Lubricant compositions are used as coatings to reduce friction between the surfaces of moving parts and have a vast number of applications in almost every field of engineering practice. Lubricant coatings for medical uses have special requirements. Not only must these coatings reduce friction but they must also be capable of sterilization and be biocompatible, e.g.,be nontoxic and nonirritating. Examples of conventional lubricant coatings which have been used in the medical arts for years are mineral oil, petroleum jelly, and K-Y Jelly.TM. (Trademark of Johnson & Johnson Co.). These lubricants while effective have not proved entirely satisfactory for every application.
For example, nasogastric and nasojejunal tubes widely used for hyperalimentation must be lubricated on their exterior surfaces to facilitate their insertion through a nasal passage, throat, or the like and to avoid damage to soft respiratory or gastrointestinal tissue. Frequently, these tubes must also have lubricated interior surfaces to facilitate movement of stylets used within the lumen of such tubes to provide sufficient rigidity to properly position a tube within a patient's body.
The term "intubation devices" is used generically herein to refer to various tubes or other devices that are lubricated for insertion into any part of a human or other animal body including blood vessels, urinary and digestive tract passages, ears and the like. Examples of intubation devices are the nasogastric and nasojejunal tubes and stylets which are more fully described in U.S. Pat. No. 4,388,076, the text of which is incorporated herein by reference.
Uniformly coating intubation devices with conventional lubricants by a physician or other person during an intubation procedure is a messy, time consuming and inefficient procedure. Obviously, manually coating the interior surfaces (lumen) of tubes and like articles is extremely difficult. Similiar difficulties are experienced with intubation devices pre-coated with conventional lubricants. Such pre-coating also increases packaging and sterilization problems experienced in the manufacture and supply of such devices.
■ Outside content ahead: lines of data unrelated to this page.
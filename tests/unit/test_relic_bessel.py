"""Own scaled Bessel functions against scipy."""

from __future__ import annotations

import numpy as np
import pytest
from numba.core.registry import CPUDispatcher
from scipy.special import kve

from scanfit.likelihoods.relic_abundance.bessel import k1e, k2e


@pytest.mark.parametrize(("order", "function"), [(1, k1e), (2, k2e)])
def test_against_scipy(order: int, function: CPUDispatcher) -> None:
    z = np.concatenate([np.geomspace(1e-3, 1e8, 3000), [1.0, 4.0, 16.0], np.nextafter([1.0, 4.0, 16.0], 0.0)])
    own = np.array([function(value) for value in z.tolist()])
    np.testing.assert_allclose(own, kve(order, z), rtol=1e-14)
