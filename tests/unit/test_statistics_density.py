"""Adaptive density estimates against densities whose regions of highest density are known."""

import numpy as np
import pytest
from scipy import stats
from scipy.ndimage import label as connected

from scanfit.results import Axis
from scanfit.statistics.credible import credible_intervals, credible_region, inside_intervals, marginal_density
from scanfit.statistics.density import estimate, sample_range
from scanfit.statistics.kernels import smooth
from scanfit.statistics.levels import LEVELS

FREE = Axis("x", "x", "linear")
UNIT = Axis("u", "u", "linear", 0.0, 1.0)
SIZE = 3000


def region_of(x, y, axes=(FREE, FREE), weights=None):
    region = credible_region(x, y, np.ones(len(x)) if weights is None else weights, axes)
    assert region is not None
    return region


def area(region, label):
    cell = np.prod([edge[1] - edge[0] for edge in region.density.edges])
    return np.count_nonzero(region.density.height >= region.heights[label]) * cell


def pieces(region, label):
    """Connected parts of a region, and holes in it; reference: scipy's labelling."""
    inside = region.density.height >= region.heights[label]
    return connected(inside)[1], connected(~np.pad(inside, 1))[1] - 1


def exact_areas(density, x, y):
    """Areas of the highest-density regions of a known density, by summing it on a fine grid."""
    height = density(*np.meshgrid(x, y, indexing="ij")).ravel()
    cell = (x[1] - x[0]) * (y[1] - y[0])
    held = np.cumsum(np.sort(height)[::-1]) * cell
    assert held[-1] == pytest.approx(1.0, abs=0.005)
    return {label: np.searchsorted(held, level) * cell for label, level in LEVELS.items()}


def band(rng, size, thickness=0.1):
    """A parabola of normal thickness: a shear of a normal density, which leaves areas unchanged."""
    x = rng.normal(size=size)
    return x, 0.5 * np.square(x) + thickness * rng.normal(size=size)


@pytest.mark.parametrize("seed", range(3))
@pytest.mark.parametrize("correlation", [0.0, 0.95])
def test_area_of_normal_density(seed, correlation):
    x, y = np.random.default_rng(seed).multivariate_normal([0, 0], [[1, correlation], [correlation, 1]], SIZE).T
    region = region_of(x, y)
    for label, level in LEVELS.items():
        expected = np.pi * stats.chi2.ppf(level, 2) * np.sqrt(1.0 - correlation**2)
        assert area(region, label) == pytest.approx(expected, rel=0.08)
        assert pieces(region, label) == (1, 0)


@pytest.mark.parametrize("seed", range(3))
def test_thin_curved_band(seed):
    region = region_of(*band(np.random.default_rng(seed), SIZE))
    for label, limit in (("68", 1.35), ("95", 1.7)):
        expected = np.pi * stats.chi2.ppf(LEVELS[label], 2) * 0.1
        assert 0.9 < area(region, label) / expected < limit
        assert pieces(region, label)[0] == 1


@pytest.mark.parametrize("seed", range(3))
def test_thin_band_beside_broad_component(seed):
    """What one width for all cannot do: the width that the band needs breaks the broad part into speckles."""
    rng = np.random.default_rng(seed)
    x, y = band(rng, SIZE)
    broad = rng.random(SIZE) < 0.5
    x, y = np.where(broad, 1.2 * rng.normal(size=SIZE), x), np.where(broad, 4.0 + 0.8 * rng.normal(size=SIZE), y)

    def density(a, b):
        thin = stats.norm.pdf(a) * stats.norm.pdf(b - 0.5 * np.square(a), scale=0.1)
        return 0.5 * thin + 0.5 * stats.norm.pdf(a, scale=1.2) * stats.norm.pdf(b, 4.0, 0.8)

    exact = exact_areas(density, np.linspace(-6, 6, 1200), np.linspace(-1, 12, 2000))
    region = region_of(x, y)
    assert area(region, "68") == pytest.approx(exact["68"], rel=0.35)
    assert area(region, "95") == pytest.approx(exact["95"], rel=0.15)
    assert sum(pieces(region, "95")) <= 4


def test_two_modes_of_unequal_width():
    rng = np.random.default_rng(1)
    narrow = rng.random(2 * SIZE) < 0.2
    x, y = (np.where(narrow, 8.0 + 0.15 * rng.normal(size=2 * SIZE), rng.normal(size=2 * SIZE)) for _ in range(2))

    def density(a, b):
        wide, narrow = (stats.norm.pdf(a, m, s) * stats.norm.pdf(b, m, s) for m, s in ((0.0, 1.0), (8.0, 0.15)))
        return 0.8 * wide + 0.2 * narrow

    exact = exact_areas(density, np.linspace(-5, 9, 1500), np.linspace(-5, 9, 1500))
    region = region_of(x, y)
    for label in LEVELS:
        assert area(region, label) == pytest.approx(exact[label], rel=0.08)
        assert pieces(region, label) == (2, 0)


@pytest.mark.parametrize("size", [1500, 20_000])
def test_flat_density_is_not_depleted_at_edges(size):
    x, y = np.random.default_rng(2).random((2, size))
    height = region_of(x, y, (UNIT, UNIT)).density.height
    scatter = 4.0 / np.sqrt(size)  # some hundred points on each edge
    assert np.mean([height[0], height[-1], height[:, 0], height[:, -1]]) == pytest.approx(1.0, abs=0.02 + scatter)
    assert np.mean(height[::255, ::255]) == pytest.approx(1.0, abs=0.15 + scatter)
    assert height.std() < 0.05 + 4.0 / np.sqrt(size)


def test_band_that_ends_at_a_bound_is_continued_not_folded():
    """The image of a slanting band must not show as a barb on the other side."""
    rng = np.random.default_rng(3)
    x = rng.random(SIZE)
    y = 0.2 + 0.6 * x + 0.01 * rng.normal(size=SIZE)
    region = region_of(x, y, (UNIT, FREE))
    height, (across, along) = region.density.height, region.density.centres
    last = height[-1] / height[-1].sum()
    assert last @ along == pytest.approx(0.2 + 0.6 * across[-1], abs=0.01)
    assert np.sqrt(last @ np.square(along - last @ along)) < 0.02


def test_weights_make_no_difference_to_the_region():
    rng = np.random.default_rng(4)
    x, y = rng.uniform(-5.0, 5.0, (2, 30_000))
    region = region_of(x, y, weights=stats.norm.pdf(x) * stats.norm.pdf(y))
    assert area(region, "95") == pytest.approx(np.pi * stats.chi2.ppf(LEVELS["95"], 2), rel=0.08)


def test_estimate_is_deterministic_and_normalised():
    points = np.random.default_rng(5).normal(size=(SIZE, 2))
    once, twice = (estimate(points, np.ones(SIZE), [(-5.0, 5.0), (-4.0, 6.0)]) for _ in range(2))
    assert np.array_equal(once.height, twice.height)
    assert once.height.sum() * (10.0 / 256) ** 2 == pytest.approx(1.0)
    assert once.height.min() >= 0.0


def test_order_of_the_points_does_not_matter():
    rng = np.random.default_rng(6)
    points, weights = rng.normal(size=(SIZE, 2)), rng.random(SIZE)
    order = rng.permutation(SIZE)
    one, other = (estimate(points[k], weights[k], [(-5.0, 5.0)] * 2).height for k in (np.arange(SIZE), order))
    assert one == pytest.approx(other, rel=1e-6, abs=1e-9)


def test_single_kernel_has_the_covariance_it_was_given():
    mass = np.zeros((200, 200))
    mass[80, 120] = 2.0
    # Wide and narrow kernels: wide ones take the way over larger cells.
    for covariance in ([9.0, 2.0, 4.0], [400.0, -150.0, 225.0]):
        heights, _ = smooth(mass, np.flatnonzero(mass), np.array(covariance)[:, np.newaxis], (False, False))
        x, y = np.meshgrid(np.arange(200.0), np.arange(200.0), indexing="ij")
        found = np.cov(np.array([x.ravel(), y.ravel()]), aweights=heights.ravel(), ddof=0)  # reference: numpy
        assert heights.sum() == pytest.approx(2.0)
        assert found[0, 0] == pytest.approx(covariance[0], rel=0.05)
        assert found[0, 1] == pytest.approx(covariance[1], rel=0.05)
        assert found[1, 1] == pytest.approx(covariance[2], rel=0.1)  # 0.6^2 is added to every variance


@pytest.mark.parametrize("seed", range(4))
@pytest.mark.parametrize("size", [300, 1500, 6000])
def test_marginal_of_one_mode_is_not_spiky(seed, size):
    density = marginal_density(np.random.default_rng(seed).normal(size=size), np.ones(size), FREE)
    assert np.mean(np.abs(density.height - stats.norm.pdf(density.centres[0]))) < 0.25 * size**-0.4
    high = density.height[density.height > 0.1 * density.height.max()]
    turns = np.count_nonzero(np.diff(np.sign(np.diff(high))))
    assert turns <= (3 if size == 300 else 1)


def test_spike_on_a_broad_marginal_keeps_its_height():
    rng = np.random.default_rng(7)
    values = np.where(rng.random(SIZE) < 0.3, 0.02 * rng.normal(size=SIZE), rng.normal(size=SIZE))
    density = marginal_density(values, np.ones(SIZE), FREE)
    exact = 0.3 * stats.norm.pdf(0.0, scale=0.02) + 0.7 * stats.norm.pdf(0.0)
    assert density.height.max() == pytest.approx(exact, rel=0.3)
    broad = np.abs(density.centres[0]) > 0.3
    high = density.height[broad & (density.centres[0] > 0)]
    assert np.count_nonzero(np.diff(np.sign(np.diff(high[high > 0.03])))) <= 1


def test_interval_of_a_flat_density_is_not_cut_into_pieces():
    for seed in range(5):
        values = np.random.default_rng(seed).random(2000)
        density = marginal_density(values, np.ones(2000), UNIT)
        ((low, high),) = credible_intervals(density, LEVELS["95"], UNIT)
        grid = density.centres[0]
        assert np.array_equal(inside_intervals(density, LEVELS["95"]), (grid >= low) & (grid <= high))


def test_range_has_room_unless_the_density_is_cut_off():
    rng = np.random.default_rng(8)
    free = (-np.inf, np.inf)
    normal, flat = rng.normal(size=SIZE), rng.random(SIZE)
    low, high = sample_range(normal, np.ones(SIZE), *free)
    assert low < normal.min() - 0.2
    assert high > normal.max() + 0.2
    assert sample_range(flat, np.ones(SIZE), *free) == pytest.approx((flat.min(), flat.max()), abs=1e-3)
    assert sample_range(flat, np.ones(SIZE), 0.0, 1.0) == (0.0, 1.0)
    atom = np.minimum(normal, 0.5)
    assert sample_range(atom, np.ones(SIZE), *free)[1] == 0.5
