"""Bridge sampling against densities whose normalisation is known."""

from __future__ import annotations

import numpy as np
import pytest
from scipy.stats import multivariate_normal

from scanfit.explorers.bridge import KernelMixture, bridge


def test_the_mixture_is_normalised_and_drawn_from_as_written() -> None:
    random = np.random.default_rng(1)
    mixture = KernelMixture(0.5 + 0.1 * random.standard_normal((200, 2)), random)

    # Plain sum over a fine grid; the density is smooth on the scale of its kernels.
    axis = np.linspace(-0.5, 1.5, 801)
    points = np.stack(np.meshgrid(axis, axis, indexing="ij"), axis=-1).reshape(-1, 2)
    cells = np.exp(mixture.log_density(points)) * (axis[1] - axis[0]) ** 2
    assert cells.sum() == pytest.approx(1.0, abs=1e-4)
    draws = mixture.draw(20_000, random)
    low, high = 0.45125, 0.55125  # between grid points
    inside = ((draws > low) & (draws < high)).all(axis=1).mean()
    expected = cells[((points > low) & (points < high)).all(axis=1)].sum()
    assert inside == pytest.approx(expected, abs=4.0 * np.sqrt(expected / len(draws)))


@pytest.mark.parametrize("dimension", [1, 3, 8])
def test_a_gaussian_times_a_constant_gives_the_constant(dimension: int) -> None:
    deviations = []
    for seed in range(10):
        random = np.random.default_rng(seed)
        normal = multivariate_normal(np.full(dimension, 0.5), 0.05**2 * np.eye(dimension))
        fitted, draws = (0.5 + 0.05 * random.standard_normal((1500, dimension)) for _ in range(2))

        def evaluate(unit_points: np.ndarray, normal: object = normal) -> np.ndarray:
            return np.atleast_1d(normal.logpdf(unit_points)) + 3.25  # type: ignore[attr-defined]  # scipy's frozen one

        found = bridge(fitted, draws, evaluate(draws), 1500.0, evaluate, 1500, random)
        assert found.error < 0.1
        deviations.append((found.log_evidence - 3.25) / found.error)
    assert np.abs(deviations).max() < 4.0
    assert 0.3 < np.sqrt(np.mean(np.square(deviations))) < 1.8


def test_a_posterior_cut_by_the_cube_counts_only_the_inside() -> None:
    random = np.random.default_rng(3)
    fitted, draws = random.random((1000, 2)), random.random((1000, 2))
    found = bridge(fitted, draws, np.zeros(1000), 1000.0, lambda unit_points: np.zeros(len(unit_points)), 1000, random)
    assert found.log_evidence == pytest.approx(0.0, abs=4.0 * found.error)
    assert found.error < 0.05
One approach to solving the foregoing difficulties and problems has been to provide the intubation devices with hydrophilic polymer coatings. These coatings provide a thin uniform coating that is dry and non-slippery until hydrated with water. While these polymer coatings have proved effective in some situations their major drawback has been that they take too long, sometimes longer than 30 minutes, to absorb enough water to achieve sufficient lubricity for insertion into a patient. Such delays are unacceptable in many medical situations often resulting in, for example, wasted time and in some emergency cases a threat to the health of the patient.
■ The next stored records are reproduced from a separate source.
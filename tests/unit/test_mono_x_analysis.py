"""Broken analysis files and tables: one clear message each, and all of them at once."""

from __future__ import annotations

import sys
from pathlib import Path

import numpy as np
import pytest

from scanfit.contracts import BuildContext
from scanfit.errors import InputError
from scanfit.likelihoods.mono_x.analysis import Analysis, read_analysis, read_background
from scanfit.likelihoods.mono_x.signal import load_table, read_table
from scanfit.likelihoods.mono_x.term import MonoX

ANALYSIS = """
title = "invented"
source = "invented for this test"
invented = true
signature = "mono-jet"
sqrt_s = 13.0
luminosity = 10.0
edges = [200.0, 300.0, 400.0]
overflow = true
background = [1000.0, 200.0, 80.0]
uncertainty = [40.0, 10.0, 6.0]
correlation = [[1.0, 0.5, 0.2], [0.5, 1.0, 0.5], [0.2, 0.5, 1.0]]
observed = [990, 210, 75]
"""


def write(tmp_path: Path, *replacements: tuple[str, str]) -> Path:
    text = ANALYSIS
    for old, new in replacements:
        assert old in text
        text = text.replace(old, new)
    path = tmp_path / "analysis.toml"
    path.write_text(text, encoding="utf-8")
    return path


def read(path: Path) -> Analysis:
    analysis = read_analysis(path)
    read_background(analysis, path)
    return analysis


def term(path: Path) -> MonoX:
    return MonoX(MonoX.Options(data=path.name), BuildContext(folder=path.parent))


CORRELATION = "correlation = [[1.0, 0.5, 0.2], [0.5, 1.0, 0.5], [0.2, 0.5, 1.0]]"
BROKEN = {
    "correlation: must be positive definite; its smallest eigenvalue is": (
        ("[0.2, 0.5, 1.0]", "[-0.9, 0.9, 1.0]"),
        ("[1.0, 0.5, 0.2]", "[1.0, 0.9, -0.9]"),
        ("[0.5, 1.0, 0.5]", "[0.9, 1.0, 0.9]"),
    ),
    "must be symmetric": (("[0.2, 0.5, 1.0]", "[0.3, 0.5, 1.0]"),),
    "ones on its diagonal": (("[0.2, 0.5, 1.0]", "[0.2, 0.5, 0.9]"),),
    "observed: must have one value for each of the 3 bins": (("[990, 210, 75]", "[990, 210]"),),
    "background: must have one value for each of the 3 bins": (("[1000.0, 200.0, 80.0]", "[1.0, 2.0, 3.0, 4.0]"),),
    "correlation: must have 3 rows of 3 values": (("[0.5, 1.0, 0.5], ", ""),),
    "background.1: must be greater than 0": (("200.0, 80.0]", "-200.0, 80.0]"),),
    "observed.2: must be greater than or equal to 0": (("210, 75", "210, -75"),),
    "observed.0: must be a valid integer": (("[990,", "[990.5,"),),
    "luminosity: must be a finite number": (("luminosity = 10.0", "luminosity = nan"),),
    "background: this key is required, or a `workspace`": (("background = [1000.0, 200.0, 80.0]", ""),),
    "edges: give either `edges` or `regions`": (("overflow = true", 'overflow = true\nregions = ["a", "b", "c"]'),),
    "regions: need a table of one's own": (
        ("edges = [200.0, 300.0, 400.0]\noverflow = true", 'regions = ["a", "b", "c"]'),
    ),
    "observed: is read from the `workspace`": (("overflow = true", 'overflow = true\nworkspace = "w.json"'),),
    "channels: belongs to a `workspace`": (("overflow = true", 'overflow = true\nchannels = ["a"]'),),
    "validity.dark_mass: must run from the smaller": (
        ("observed = [990, 210, 75]", "observed = [990, 210, 75]\n[validity]\ndark_mass = [10.0, 1.0]"),
    ),
    "validity.outside: not one of the allowed values": (
        ("observed = [990, 210, 75]", 'observed = [990, 210, 75]\n[validity]\noutside = "clip"'),
    ),
    "edges: must rise from bin to bin": (("[200.0, 300.0, 400.0]", "[200.0, 400.0, 300.0]"),),
    "at least one bin": (("edges = [200.0, 300.0, 400.0]\noverflow = true", "edges = [200.0]"),),
    "exactly one of `covariance`, `uncertainty` and `relative_uncertainty` (given: 'none')": (
        ("uncertainty = [40.0, 10.0, 6.0]", ""),
    ),
    "cannot stand beside `covariance`": (("uncertainty = [40.0, 10.0, 6.0]", "covariance = [[1.0]]"),),
    "cannot stand beside `correlation`": (("overflow = true", "overflow = true\ncorrelated_fraction = 0.5"),),
    "reaches a third moment of at most": (("overflow = true", "overflow = true\nthird_moments = [1e9, 0.0, 0.0]"),),
    "unknown key": (("overflow = true", "overflow = true\nlumi = 3.0"),),
}


@pytest.mark.parametrize(("message", "replacements"), BROKEN.items())
def test_broken_files_are_refused_with_a_clear_message(tmp_path, message, replacements):
    path = write(tmp_path, *replacements)
    with pytest.raises(InputError) as caught:
        read(path)
    assert message in str(caught.value)
    assert str(path) in str(caught.value)


def test_all_broken_rules_are_reported_at_once(tmp_path):
    path = write(
        tmp_path,
        ("[990, 210, 75]", "[990, 210]"),
        ("[40.0, 10.0, 6.0]", "[40.0, 10.0]"),
        ("[200.0, 300.0, 400.0]", "[200.0, 400.0, 300.0]"),
        ("[0.2, 0.5, 1.0]", "[0.2, 0.5, 0.9]"),
    )
    with pytest.raises(InputError) as caught:
        read(path)
    assert {problem.where for problem in caught.value.problems} == {"observed", "uncertainty", "edges", "correlation"}


def test_a_table_that_does_not_cover_the_bins_or_the_energy_is_named(tmp_path):
    with pytest.raises(InputError, match=r"edges\.0: .*from 100 to 2000 GeV.*50\.0"):
        term(write(tmp_path, ("[200.0, 300.0", "[50.0, 300.0")))
    with pytest.raises(InputError, match=r"sqrt_s: there is no signal table.*13 TeV.*8\.0"):
        term(write(tmp_path, ("sqrt_s = 13.0", "sqrt_s = 8.0")))
    with pytest.raises(InputError, match=r"mono-photon at this energy.*8\.0"):
        term(write(tmp_path, ("mono-jet", "mono-photon"), ("sqrt_s = 13.0", "sqrt_s = 8.0")))
    with pytest.raises(InputError, match="cannot be read"):
        MonoX(MonoX.Options(data="nowhere.toml"), BuildContext(folder=tmp_path))


def test_a_damaged_table_is_refused(tmp_path):
    table = load_table("mono-jet", 13.0)
    good = {name: getattr(table, name) for name in ("cross_section", "cut", "virtuality")}
    with np.load(table.path) as file:
        metadata = file["metadata"]
    np.savez(tmp_path / "good.npz", **good, metadata=metadata)
    assert read_table(tmp_path / "good.npz").metadata == table.metadata
    good["cross_section"] = good["cross_section"] * 1.0000001
    np.savez(tmp_path / "changed.npz", **good, metadata=metadata)
    with pytest.raises(InputError, match="checksum"):
        read_table(tmp_path / "changed.npz")
    (tmp_path / "cut.npz").write_bytes((tmp_path / "good.npz").read_bytes()[:1000])
    with pytest.raises(InputError, match="cannot be read"):
        read_table(tmp_path / "cut.npz")


def test_the_ways_to_write_a_covariance_agree(tmp_path):
    """Relative or absolute, common fraction or matrix, or the covariance itself."""
    sizes = np.array([40.0, 10.0, 6.0])
    matrix = 0.4 + 0.6 * np.eye(3)
    covariance = np.outer(sizes, sizes) * matrix
    ways = (
        ("uncertainty = [40.0, 10.0, 6.0]", "correlated_fraction = 0.4"),
        ("relative_uncertainty = [0.04, 0.05, 0.075]", f"correlation = {matrix.tolist()}"),
        (f"covariance = {covariance.tolist()}", ""),
    )
    for size, correlation in ways:
        path = write(tmp_path, ("uncertainty = [40.0, 10.0, 6.0]", size), (CORRELATION, correlation))
        np.testing.assert_allclose(read(path).covariance_matrix(), covariance, rtol=1e-12)


def test_without_overflow_the_last_edge_closes_the_last_bin(tmp_path):
    analysis = read(
        write(tmp_path, ("400.0]\noverflow = true", "400.0, 500.0]")),
    )
    assert analysis.count == 3
    assert analysis.bin_name(2) == "400-500 GeV"
    assert read(write(tmp_path)).bin_name(2) == "above 400 GeV"


def test_a_full_likelihood_without_pyhf_says_what_to_install(tmp_path, monkeypatch):
    monkeypatch.setitem(sys.modules, "pyhf", None)
    lines = 'overflow = true\nworkspace = "w.json"\nchannels = ["signal"]'
    own = (CORRELATION, "uncertainty = [40.0, 10.0, 6.0]", "observed = [990, 210, 75]")
    gone = ("background = [1000.0, 200.0, 80.0]", *own)
    path = write(tmp_path, ("overflow = true", lines), *((text, "") for text in gone))
    with pytest.raises(InputError, match=r"workspace: needs pyhf.*pip install 'scanfit\[histfactory\]'"):
        MonoX(MonoX.Options(data=path.name), BuildContext(tmp_path, "profile"))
Various attempts have been made to modify these hydrophilic polymer coatings to accelerate their ability to take up water and reach sufficient lubricity for use. However, these attempts have generally not met with complete success. For example, one attempt involved treating a hydrophilic polymer coated intubation device with sulfuric acid. This can result in serious manufacturing difficulties and toxicity problems associated with the chemical properties and high viscosity of sulfuric acid.
Certain polymer coatings based on po1yvinylpyrrolidone (PVP) appear to hydrate rapidly enough but are plagued with a sliming problem. "Sliming" means that the coating becomes too soft and can be rubbed off an intubation device during ordinary use.
Accordingly, it is an object of this invention to provide a lubricant composition for coating applications which rapidly hydrates upon contact with water.
It is another object to provide a lubricant coating which has sufficient mechanical strength in a hydrated condition to resist sliming, abrasion, and the like typically experienced by intubation devices.